The named defendants are Sanofi Aventis, Eli Lily USA, Novo Nordisk, and AstraZeneca Pharmaceuticals.

The 340(b) program, in part, provides savings that fund safety-net hospitals “which provide healthcare services to low-income and underserved” Americans, the complaint said. “Covered entities, such as federally qualified health centers; federally qualified health center look-alikes; native Hawaiian health centers; (and) tribal or urban Indian health centers,” among others, can participate in the program where drugs are provided at cost or with steep discounts to patients directly.

The plaintiffs noted that the defendant companies made strident efforts to limit the amount of access to diabetes medications that were a part of the 340(b) program to participating facilities in 2020. The plaintiffs characterized these lobbying efforts as a failure, culminating in Executive Order 13937, which reaffirmed the need for these medications and did not limit the access to the extent the defendants were seeking.

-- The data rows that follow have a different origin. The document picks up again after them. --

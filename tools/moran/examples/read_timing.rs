//! Times `read_points` (x, y and one text field, projected to the working CRS) and
//! `read_polygons`, three rounds each: the reading benchmark of issue 17.
//!
//! `cargo run --release -p stance-moran --example read_timing POINTS.gpkg LAYER FIELD [AREAS.gpkg]`

use std::path::Path;

use stance_core::gpkg::read::{read_points, read_polygons, FieldWant, PolygonCrs};

/// The process's peak resident memory so far (VmHWM).
fn peak() -> String {
    std::fs::read_to_string("/proc/self/status")
        .ok()
        .and_then(|s| {
            s.lines()
                .find(|l| l.starts_with("VmHWM"))
                .map(|l| l[6..].trim().to_owned())
        })
        .unwrap_or_default()
}

fn main() {
    let args: Vec<String> = std::env::args().skip(1).collect();
    let threads: usize = std::env::var("THREADS")
        .ok()
        .and_then(|t| t.parse().ok())
        .unwrap_or(2);
    let pool = rayon::ThreadPoolBuilder::new()
        .num_threads(threads)
        .build()
        .expect("pool");
    pool.install(|| {
        for round in 0..3 {
            let start = std::time::Instant::now();
            let layer = read_points(
                Path::new(&args[0]),
                Some(&args[1]),
                &[(&args[2], FieldWant::Text)],
                None,
            )
            .expect("read points");
            println!(
                "round {round}: read_points {} points: {:.3} s (peak so far {})",
                layer.x.len(),
                start.elapsed().as_secs_f64(),
                peak()
            );
        }
        if let Some(areas) = args.get(3) {
            for round in 0..3 {
                let start = std::time::Instant::now();
                let layer = read_polygons(
                    Path::new(areas),
                    None,
                    &[("value", FieldWant::Real)],
                    PolygonCrs::Working(None),
                )
                .expect("read polygons");
                println!(
                    "round {round}: read_polygons {} areas: {:.3} s",
                    layer.polygons.len(),
                    start.elapsed().as_secs_f64()
                );
            }
        }
    });
}
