/// Group id of every vertex: vertices within `snap` of each other (transitively) share a group.
/// A hash grid of cell size `snap` is the spatial index: only the 3 × 3 cells around a vertex
/// can hold vertices within `snap` of it.
fn snapped_groups(xs: &[f64], ys: &[f64], snap: f64) -> Vec<u32> {
    let cell = |v: f64| (v / snap).floor() as i64;
    let mut grid: HashMap<(i64, i64), Vec<u32>> = HashMap::new();
    for v in 0..xs.len() {
        grid.entry((cell(xs[v]), cell(ys[v])))
            .or_default()
            .push(v as u32);
    }
    let mut parent: Vec<u32> = (0..xs.len() as u32).collect();
    fn find(parent: &mut [u32], mut a: u32) -> u32 {
        while parent[a as usize] != a {
            let up = parent[parent[a as usize] as usize];
            parent[a as usize] = up;
            a = up;
        }
        a
    }
    let snap2 = snap * snap;
    for v in 0..xs.len() {
        let (cx, cy) = (cell(xs[v]), cell(ys[v]));
        for dx in -1..=1 {
            for dy in -1..=1 {
                let Some(others) = grid.get(&(cx + dx, cy + dy)) else {
                    continue;
                };
                for &o in others {
                    let o_index = o as usize;
                    if o_index <= v {
                        continue;
                    }
                    let d2 = (xs[o_index] - xs[v]).powi(2) + (ys[o_index] - ys[v]).powi(2);
                    if d2 <= snap2 {
                        let (a, b) = (find(&mut parent, v as u32), find(&mut parent, o));
                        if a != b {
                            parent[a.max(b) as usize] = a.min(b);
                        }
                    }
                }
            }
        }
    }
    (0..xs.len() as u32).map(|v| find(&mut parent, v)).collect()
}

/// Area-weighted centroid of a multipolygon (holes subtract), from the `geo` crate (the same
/// definition the scan uses); a zero-area shape gets the centroid of its outline, an empty one
/// NaN.
pub fn centroid(polygon: &MultiPolygon<f64>) -> (f64, f64) {
    use geo::Centroid;
    polygon
        .centroid()
        .map_or((f64::NAN, f64::NAN), |p| (p.x(), p.y()))
}

type IndexedPoint = GeomWithData<[f64; 2], u32>;

fn centroid_tree(x: &[f64], y: &[f64]) -> RTree<IndexedPoint> {
    RTree::bulk_load(
        x.iter()
            .zip(y)
            .enumerate()
            .map(|(i, (a, b))| IndexedPoint::new([*a, *b], i as u32))
            .collect(),
    )
}

/// The `k` nearest points to (`px`, `py`) other than point `me`, ordered by distance then index
/// (deterministic under ties).
fn nearest_others(tree: &RTree<IndexedPoint>, px: f64, py: f64, me: usize, k: usize) -> Vec<u32> {
    let mut found: Vec<(f64, u32)> = Vec::with_capacity(k + 4);
    for candidate in tree.nearest_neighbor_iter_with_distance_2(&[px, py]) {
        let (point, d2) = candidate;
        if point.data as usize == me {
            continue;
        }
        // Keep reading past the k-th while distances tie, so ties resolve by index.
        if found.len() >= k && d2 > found[k - 1].0 {
            break;
        }
        found.push((d2, point.data));
        if found.len() >= k {
            found.sort_by(|a, b| a.0.total_cmp(&b.0).then(a.1.cmp(&b.1)));
        }
    }
    found.sort_by(|a, b| a.0.total_cmp(&b.0).then(a.1.cmp(&b.1)));
    found.truncate(k);
    found.into_iter().map(|(_, i)| i).collect()
}

fn check_points(x: &[f64], y: &[f64]) -> Result<(), WeightsError> {
    if x.len() != y.len() {
        return Err(WeightsError::Invalid(format!(
            "{} x coordinates for {} y coordinates",
            x.len(),
            y.len()
        )));
    }
    if let Some(i) = x
        .iter()
        .zip(y)
        .position(|(a, b)| !a.is_finite() || !b.is_finite())
    {
        return Err(WeightsError::Invalid(format!(
            "area {i} has a non-finite centroid"
        )));
    }
    Ok(())
}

All defendants then over the course of time between the Executive Order and the filing of the case, allegedly limited the locations that participating facilities could elect to dispense the medication on their behalf to one, which drastically reduced the geographic area that could be served by the program. The plaintiffs noted that the defendants’ actions were concerted in that they used the same lobbyists, made the same restrictions, and followed the same timeline for restrictions that permitted all of the major manufacturers to make the same restrictions without loosing the market share they currently had due to hospitals making contracts with their competitors.

The plaintiffs are suing for Section 1 of the Sherman Act. state antitrust in 16 states, and unjust enrichment under all 50 states as well as the District of Columbia. Plaintiffs are represented by the firm of Harter Secrest & Emery.